The islands of French Polynesia are a flowery paradise. The high islands are particularly filled with beautiful flowers. Full of colors, just like this destination it represents in the eyes of many travelers, the local flora attracts and intrigues at the same time.
Whether endemic or coming from distant continents, these flowers have thrived thanks to climatic conditions that were ideal for their development. Formerly sacred to local ancestors, they are today a strong symbol and an integral part of the myth of these Tahitian islands that make the world dream. Auti, tipaniers, bougainvillea, birds of paradise, opuhi and of course, the tiare … each of these are surprising with their look and their enchanting perfume.

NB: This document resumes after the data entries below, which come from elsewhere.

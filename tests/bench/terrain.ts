/**
 * The terrain stage of `npm run bench`: the terrain horizon of the scenario's 64 sample
 * points over a 2000 x 2000 grid (5 m nodes, 10 km square around the field, a valley
 * made from a formula), reach 5 km, k = 0.13; then the week forecast with those horizons
 * (as the job worker passes them: computed once, reused by every chunk of hours) beside
 * the same forecast without terrain. A measurement, never a test.
 */
import {
  DEMO_WORK_TYPES,
  fieldTerrainHorizons,
  forecastField,
  type FieldForecastInput,
  type Satellite,
  type TerrainGrid,
  TERRAIN_MAX_DISTANCE_M,
  TERRAIN_REFRACTION_K,
} from '../../shared/precision/index'
import { ANTENNA_M, FIELD, HOURS, MASK_DEG, OBSTRUCTIONS, SAMPLE_COUNT, SIGMA_UERE_M, START_MS, STEP_MIN } from './scenario'

const N = 2000
const CELL_M = 5

/** A valley running north-south through the field, its walls 250 m high, with some ripples. */
export function benchValleyGrid(): TerrainGrid {
  const ring = FIELD.coordinates[0]
  const lon0 = ring.reduce((a, p) => a + p[0], 0) / ring.length
  const lat0 = ring.reduce((a, p) => a + p[1], 0) / ring.length
  const half = ((N - 1) * CELL_M) / 2
  const heightsM = new Float32Array(N * N)
  for (let j = 0; j < N; j++) {
    const y = half - j * CELL_M
    for (let i = 0; i < N; i++) {
      const x = -half + i * CELL_M
      const across = x / 900
      heightsM[j * N + i] = 120 + 250 * (1 - Math.exp(-across * across)) + 15 * Math.sin(y / 310) * Math.cos(x / 270)
    }
  }
  return { originLatDeg: lat0, originLonDeg: lon0, x0M: -half, y0M: half, cellM: CELL_M, cols: N, rows: N, heightsM }
}

function median(xs: number[]): number {
  const s = [...xs].sort((a, b) => a - b)
  return s.length % 2 ? s[(s.length - 1) / 2] : (s[s.length / 2 - 1] + s[s.length / 2]) / 2
}

/** Runs the terrain stage; returns table rows. */
export function terrainStage(satellites: Satellite[], runs: number): Array<[string, string]> {
  const grid = benchValleyGrid()
  const input: FieldForecastInput = {
    field: FIELD, obstructions: OBSTRUCTIONS, antennaHeightM: ANTENNA_M, satellites, startMs: START_MS, hours: HOURS,
    stepMin: STEP_MIN, maskDeg: MASK_DEG, sigmaUereM: SIGMA_UERE_M, workTypes: DEMO_WORK_TYPES, sampleCount: SAMPLE_COUNT,
    terrain: { grid, options: { maxDistanceM: TERRAIN_MAX_DISTANCE_M, refractionK: TERRAIN_REFRACTION_K } },
  }
  fieldTerrainHorizons(input) // warm-up
  const tHorizon: number[] = []
  const cHorizon: number[] = []
  let horizons: Float64Array | null = null
  for (let r = 0; r < runs; r++) {
    const c0 = process.cpuUsage()
    const t0 = performance.now()
    horizons = fieldTerrainHorizons(input)
    tHorizon.push(performance.now() - t0)
    const c = process.cpuUsage(c0)
    cHorizon.push((c.user + c.system) / 1000)
  }
  let maxDeg = 0
  for (const v of horizons!) if (v > maxDeg) maxDeg = v
  const week = (withTerrain: boolean) => {
    const t: number[] = []
    const cpu: number[] = []
    const masks: number[] = []
    for (let r = 0; r < runs; r++) {
      const c0 = process.cpuUsage()
      const t0 = performance.now()
      const res = forecastField(
        withTerrain ? { ...input, terrain: { grid: null, pointHorizonsDeg: horizons! } } : { ...input, terrain: null },
        () => performance.now(),
      )
      t.push(performance.now() - t0)
      const c = process.cpuUsage(c0)
      cpu.push((c.user + c.system) / 1000)
      masks.push(res.stageTimes!.masksMs)
    }
    return { wall: median(t), cpu: median(cpu), masks: median(masks) }
  }
  week(true)
  const plain = week(false)
  const terrain = week(true)
  return [
    ['grid', `${N} x ${N} nodes at ${CELL_M} m, reach 5 km, k = 0.13`],
    ['terrain horizon, 64 points x 360 bins, median wall', `${median(tHorizon).toFixed(1)} ms`],
    ['terrain horizon, median CPU (target <= 1000 ms)', `${median(cHorizon).toFixed(1)} ms`],
    ['highest terrain angle over the points', `${maxDeg.toFixed(2)} deg`],
    ['week forecast without terrain, masks / total wall / total CPU', `${plain.masks.toFixed(1)} ms / ${plain.wall.toFixed(0)} ms / ${plain.cpu.toFixed(0)} ms`],
    ['week forecast with the horizons, masks / total wall / total CPU', `${terrain.masks.toFixed(1)} ms / ${terrain.wall.toFixed(0)} ms / ${terrain.cpu.toFixed(0)} ms`],
  ]
}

The hibiscus flower has been around for centuries in Australia and Hawaii. In Polynesia, although there is an impressive number of different species and colors, it is the “red Aute ” that has been around for the longest time. This bright red flower is unique and recognizable among all thanks to its imposing petals. Traditionally worn by the Polynesian women as a decoration for their long hair, the hibiscus flower also has many virtues that make it an effective hair treatment and antioxidant for the skin.

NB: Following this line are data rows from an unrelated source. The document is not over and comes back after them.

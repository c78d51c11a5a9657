/**
 * The benchmark scenario of ENGINE.md: a 7-day field forecast at 5-minute steps, 64
 * sample points, all four nominal constellations, four obstructions. The field and its
 * obstructions are invented (farmland south of Ede, NL).
 */
import type { FeatureCollection, Polygon } from 'geojson'
import { gmstRad, nominalConstellation, type KeplerOrbit, type Satellite } from '../../shared/precision/index'

export const START_MS = Date.UTC(2026, 11, 7) // Monday 2026-12-07 00:00 UTC
export const HOURS = 168
export const STEP_MIN = 5
export const SAMPLE_COUNT = 64
export const MASK_DEG = 10
export const ANTENNA_M = 3.5
export const SIGMA_UERE_M = 0.012

export const FIELD: Polygon = {
  type: 'Polygon',
  coordinates: [[[5.652, 52.012], [5.6585, 52.0118], [5.6592, 52.0153], [5.6555, 52.0165], [5.6518, 52.0157], [5.652, 52.012]]],
}

export const OBSTRUCTIONS: FeatureCollection = {
  type: 'FeatureCollection',
  features: [
    { type: 'Feature', id: 'poplar row', properties: { heightM: 24, kind: 'deciduous', leaflessFrom: '11-25', leaflessTo: '04-01' }, geometry: { type: 'LineString', coordinates: [[5.6515, 52.0159], [5.6555, 52.0168], [5.6594, 52.0156]] } },
    { type: 'Feature', id: 'spruce shelterbelt', properties: { heightM: 18, kind: 'evergreen' }, geometry: { type: 'LineString', coordinates: [[5.6596, 52.0117], [5.6603, 52.0155]] } },
    { type: 'Feature', id: 'oak woodlot', properties: { heightM: 21, kind: 'deciduous' }, geometry: { type: 'Polygon', coordinates: [[[5.6505, 52.0118], [5.6516, 52.0118], [5.6516, 52.0135], [5.6505, 52.0135], [5.6505, 52.0118]]] } },
    { type: 'Feature', id: 'machine shed', properties: { heightM: 8, kind: 'structure' }, geometry: { type: 'Polygon', coordinates: [[[5.6545, 52.0113], [5.6553, 52.0113], [5.6553, 52.0116], [5.6545, 52.0116], [5.6545, 52.0113]]] } },
  ],
}

/** The nominal constellations (Keplerian, as the engine embeds them). */
export function nominalSatellites(): Satellite[] {
  return nominalConstellation('all')
}

/**
 * The same constellations as SGP4 element sets (OMM mean elements at the start),
 * so that satellite.js's propagators and the yardstick can run on them.
 */
export function nominalAsOmm(): Satellite[] {
  return nominalConstellation('all').map((s) => {
    const o = s.orbit as KeplerOrbit
    const tk = (START_MS - o.tRefMs) / 1000
    const wrap = (r: number) => ((((r * 180) / Math.PI) % 360) + 360) % 360
    const raan = wrap(o.lon0Rad + o.lonRateRadS * tk + gmstRad(START_MS))
    const u = wrap(o.m0Rad + o.nRadS * tk)
    return {
      ...s,
      source: 'omm' as const,
      orbit: {
        kind: 'sgp4' as const,
        omm: {
          OBJECT_NAME: s.name ?? s.id,
          OBJECT_ID: s.id,
          EPOCH: new Date(START_MS).toISOString().replace('Z', ''),
          MEAN_MOTION: (o.nRadS * 86400) / (2 * Math.PI),
          ECCENTRICITY: 0.0001,
          INCLINATION: (o.iRad * 180) / Math.PI,
          RA_OF_ASC_NODE: raan,
          ARG_OF_PERICENTER: 0,
          MEAN_ANOMALY: u,
          NORAD_CAT_ID: 80000 + Number.parseInt(s.id.replace(/\D/g, '') || '0', 10) + 100 * s.id.charCodeAt(0) + s.id.charCodeAt(1),
          ELEMENT_SET_NO: 999,
          BSTAR: 0,
          MEAN_MOTION_DOT: 0,
          MEAN_MOTION_DDOT: 0,
        },
      },
    }
  })
}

The frangipani trees, commonly known as tipaniers in Polynesia, are also part of this wonderful local flora. Flowering all year, there are also several varieties with different colors and extremely pleasant scents. A few of these flowers arranged here and there are enough to perfume a room in the long term. The tipanier is very often used to make flower leis.
Finally, the Tahitian tiare flower is undoubtedly the most emblematic of the local flowers. But what do we really know about this flower whose perfume alone makes you travel? It is interesting to know that for Polynesians, the tiare Tahiti has 10 different names depending on its stage of maturity. Another amazing fact, this flower is also used for all kinds of traditional remedies. But its best known use around the world is undoubtedly the famous tiare monoi of Tahiti; this very soft oil used for babies from birth, to nourish the hair, for a golden tan or to prevent mosquito bites.

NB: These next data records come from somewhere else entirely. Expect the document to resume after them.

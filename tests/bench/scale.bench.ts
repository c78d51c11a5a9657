/**
 * `npm run bench:scale [-- --fields N] [--farms M] [--job-processes 2]`: the nightly
 * refresh of many fields, on real server processes against one MariaDB.
 *
 * 1. A fresh database `skyfurrow_scale` on the private MariaDB of this worktree (or
 *    DATABASE_URL), migrated and seeded with the demo, then the invented scale scenario
 *    (scaleScenario.ts): N fields (default 1,000, the demo's count towards them) over M
 *    farms (default 40) spread over about 500 x 330 km, each field with a tree line, a
 *    machine shed by every fifth; all four nominal constellations; the production engine
 *    settings (168 h, 5-minute epochs, 64 sample points).
 * 2. One server process (jobs and pages). Its start-up sweep computes every field, with no
 *    read load: the first refresh (wall and CPU time, per-field marginal cost).
 * 3. A recompute of every field (what a nightly refresh does when the orbit data changed),
 *    while autocannon reads GET /api/fields/:id/forecast (25 connections, over all fields)
 *    and the Outlook's farm day view GET /api/farms/:id/forecast?from&to (25 connections,
 *    over all farms): 50 concurrent clients. Then the same reads with nothing running.
 *    `--first-refresh-only` stops after the first refresh (and 10 s of reads with nothing
 *    running): the growth in the number of fields in less time.
 * 4. With `--job-processes 2`: one process with JOBS_ENABLED=false serves the pages and one,
 *    then two processes run jobs; the same recompute under the same reads each time; the
 *    speed-up of two job processes over one (and over the single process of step 3).
 *
 * Throughout: the peak resident memory of the server processes and of MariaDB (sampled
 * every 0.5 s from /proc), and at the end the rows and bytes of the largest tables
 * (information_schema after ANALYZE TABLE). CPU time is read from /proc (user + system,
 * all threads): on a shared machine it is steadier than wall time.
 *
 * Benchmarks are measurements, not tests: nothing here fails on a slow machine. Targets
 * (issue #15, 2-core machine): 1,000 fields in at most 3 minutes; read p95 under 50 ms
 * during the refresh; memory flat in the number of fields.
 */
import { cpus, loadavg } from 'node:os'
import { parseArgs } from 'node:util'
import { DateTime } from 'luxon'
import { defaultJobConcurrency } from '../../server/config.ts'
import { openDatabase, type DatabaseHandle } from '../../server/db/index.ts'
import { runMigrations } from '../../server/db/migrate.ts'
import { createRepositories } from '../../server/db/repositories/index.ts'
import { seedDemo } from '../../seed/index.ts'
import { freePort } from '../e2e/support.ts'
import { buildScaleScenario } from './scaleScenario.ts'
import {
  benchDatabaseUrl,
  cpuSeconds,
  groupPids,
  load,
  mariadbPid,
  percentile,
  sampleMemory,
  signInCookie,
  startServer,
  waitIdle,
  type LoadResult,
  type ServerProcess,
} from '../support/serverProcess.ts'

const { values: args } = parseArgs({
  options: {
    fields: { type: 'string', default: '1000' },
    farms: { type: 'string', default: '40' },
    'job-processes': { type: 'string', default: '1' },
    /** Only the first refresh (the start-up sweep, no reads): the growth in fields, quickly. */
    'first-refresh-only': { type: 'boolean', default: false },
  },
})
const FIELDS = Number(args.fields)
const FARMS = Number(args.farms)
const JOB_PROCESSES = Number(args['job-processes'])
const FIRST_ONLY = args['first-refresh-only'] === true
if (!(FIELDS > 0 && FARMS > 0 && JOB_PROCESSES >= 1)) throw new Error('--fields, --farms and --job-processes must be positive numbers.')
const jobConcurrency = process.env.BENCH_JOB_CONCURRENCY ?? String(defaultJobConcurrency)
const engineEnv = { JOB_CONCURRENCY: jobConcurrency, FORECAST_STEP_MIN: '5', FORECAST_SAMPLES: '64' }

interface JobTimes {
  startedMs: number
  finishedMs: number
  status: string
}

async function jobTimes(handle: DatabaseHandle, ids: number[] | null, sinceId: number): Promise<JobTimes[]> {
  const [rows] = (await handle.pool.query(
    ids
      ? 'SELECT status, started_at, finished_at FROM jobs WHERE id IN (?) ORDER BY finished_at'
      : "SELECT status, started_at, finished_at FROM jobs WHERE kind = 'forecast' AND id > ? ORDER BY finished_at",
    [ids ?? sinceId],
  )) as unknown as [Array<{ status: string; started_at: Date | null; finished_at: Date | null }>]
  return rows.map((r) => ({ status: r.status, startedMs: r.started_at?.getTime() ?? NaN, finishedMs: r.finished_at?.getTime() ?? NaN }))
}

/**
 * Steady cost of one more field: the time between the 10th and the 90th percentile of
 * job completions over the fields completed in between (leaves out start and tail).
 */
function marginalMs(times: JobTimes[]): number {
  const done = times.map((t) => t.finishedMs).filter(Number.isFinite).sort((a, b) => a - b)
  if (done.length < 10) return NaN
  const a = Math.floor(done.length * 0.1)
  const b = Math.floor(done.length * 0.9)
  return (done[b] - done[a]) / (b - a)
}

interface Refresh {
  wallMs: number
  serverCpuS: number
  dbCpuS: number
  marginalMs: number
  jobMedianMs: number
  done: number
  failed: number
  count: number
}

function summarise(times: JobTimes[], wallMs: number, serverCpuS: number, dbCpuS: number): Refresh {
  const durations = times.map((t) => t.finishedMs - t.startedMs).filter(Number.isFinite).sort((a, b) => a - b)
  return {
    wallMs,
    serverCpuS,
    dbCpuS,
    marginalMs: marginalMs(times),
    jobMedianMs: percentile(durations, 50),
    done: times.filter((t) => t.status === 'done').length,
    failed: times.filter((t) => t.status === 'failed').length,
    count: times.length,
  }
}

/** The start-up sweep of `server`: every field computed once, no reads running. */
async function sweepRefresh(handle: DatabaseHandle, server: ServerProcess, cookie: string, startedMs: number, cpu0: { server: number; db: number }, dbPid: number | null): Promise<Refresh> {
  await waitIdle(server.baseUrl, cookie, 5_000)
  const times = await jobTimes(handle, null, 0)
  // From the first job's start to the last one's end (the server's boot is not counted).
  const first = Math.min(...times.map((t) => t.startedMs).filter(Number.isFinite))
  const wallMs = Number.isFinite(first) ? Math.max(...times.map((t) => t.finishedMs).filter(Number.isFinite)) - first : Date.now() - startedMs
  return summarise(times, wallMs, cpuSeconds(groupPids(server.child.pid!)) - cpu0.server, (dbPid ? cpuSeconds([dbPid]) : NaN) - cpu0.db)
}

/** Recompute of every field through the API while the reads run; returns the refresh and the read figures. */
async function recomputeUnderReads(
  handle: DatabaseHandle,
  web: ServerProcess,
  jobServers: ServerProcess[],
  cookie: string,
  fieldIds: number[],
  readPaths: { field: string[]; day: string[] },
  dbPid: number | null,
): Promise<{ refresh: Refresh; field: LoadResult; day: LoadResult }> {
  const pids = () => [...new Set([web, ...jobServers].flatMap((s) => groupPids(s.child.pid!)))]
  const cpuServer0 = cpuSeconds(pids())
  const cpuDb0 = dbPid ? cpuSeconds([dbPid]) : NaN
  const started = Date.now()
  let finish: (ms: number) => void = () => {}
  const finished = new Promise<number>((r) => (finish = r))
  const fieldLoad = load(web.baseUrl, cookie, readPaths.field, finished, 25)
  const dayLoad = load(web.baseUrl, cookie, readPaths.day, finished, 25)
  const jobIds: number[] = []
  for (const id of fieldIds) {
    const res = await fetch(`${web.baseUrl}/api/fields/${id}/recompute`, {
      method: 'POST',
      headers: { Origin: web.baseUrl, Cookie: cookie, 'Content-Type': 'application/json' },
      body: '{}',
    })
    if (res.status !== 202) throw new Error(`recompute of field ${id}: HTTP ${res.status} ${await res.text()}`)
    jobIds.push(((await res.json()) as { id: number }).id)
  }
  await waitJobsInDb(handle, jobIds)
  const wallMs = Date.now() - started
  finish(wallMs)
  const [field, day] = await Promise.all([fieldLoad, dayLoad])
  const refresh = summarise(await jobTimes(handle, jobIds, 0), wallMs, cpuSeconds(pids()) - cpuServer0, (dbPid ? cpuSeconds([dbPid]) : NaN) - cpuDb0)
  return { refresh, field, day }
}

/** Waits until every job of `ids` is done or failed (one cheap query a second). */
async function waitJobsInDb(handle: DatabaseHandle, ids: number[]): Promise<void> {
  for (;;) {
    const [rows] = (await handle.pool.query("SELECT COUNT(*) AS n FROM jobs WHERE id IN (?) AND status NOT IN ('done', 'failed')", [ids])) as unknown as [
      Array<{ n: number }>,
    ]
    if (Number(rows[0].n) === 0) return
    await new Promise((r) => setTimeout(r, 1_000))
  }
}

async function tableSizes(handle: DatabaseHandle): Promise<Array<{ name: string; rows: number; bytes: number }>> {
  const names = ['forecast_hours', 'field_forecasts', 'jobs', 'fields', 'obstructions']
  await handle.pool.query(`ANALYZE TABLE ${names.join(', ')}`)
  const [rows] = (await handle.pool.query(
    'SELECT table_name AS name, table_rows AS approx, data_length + index_length AS bytes FROM information_schema.tables WHERE table_schema = DATABASE() AND table_name IN (?)',
    [names],
  )) as unknown as [Array<{ name: string; approx: number; bytes: number }>]
  const out: Array<{ name: string; rows: number; bytes: number }> = []
  for (const r of rows) {
    const [count] = (await handle.pool.query(`SELECT COUNT(*) AS n FROM \`${r.name}\``)) as unknown as [Array<{ n: number }>]
    out.push({ name: r.name, rows: Number(count[0].n), bytes: Number(r.bytes) })
  }
  return out.sort((a, b) => b.bytes - a.bytes)
}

Another rather surprising element that makes happy visitors smile is the special messages that the tiare flower convey, depending on how men and women wear it. Placed on your left ear, on the side of your heart, it indicates that you are taken. Worn on the right, it means that you are free. If you wear two flowers, one on each ear, it means that you are married but still available. And finally, worn backwards, it means that you are available immediately … In other words, it’s an entire language of flowers to know! Overall, the tiare is the flower symbol of Tahiti, and it is a sign of welcome. As suche, it is most certainly the flower that will be used to welcome you at the airport.
All these flowers have different looks, gorgeous colors and captivating scents that fit perfectly with the atmosphere of our sunny islands. These flowers, like so many others, are an integral part of Polynesians’ daily lives. Indeed they live in harmony with the flora that surrounds them and is omnipresent. Often in all these islands, the gardens are flowered and are the pride of their passionate owners. Many people make a living by growing hundreds of plants in order to meet the high demand of flowers from hotels or simply to make the beautiful flower leis or bouquets that are often found in markets such as the one in Papeete.
The importance of flowers in Tahiti and her islands is such that they are illustrated in various areas of the local culture. They can be found in dance shows, in traditional tattoos, or through the patterns of polynesian fabrics. They hold an essential place in many fields. True tahitian jewel, the local flora sublimates the vahine (tahitian woman) daily. Gatherings and celebrations are of course even more flowery, symbolizing this joy and this sweetness of life proper to the Polynesians.
The flowers of Tahiti and her islands, their colors and their scents are truly at the heart of the Polynesian world. Just mentioning their name can make you travel and their incomparable scents leave a lasting mark on the lucky visitors who have the chance to travel here.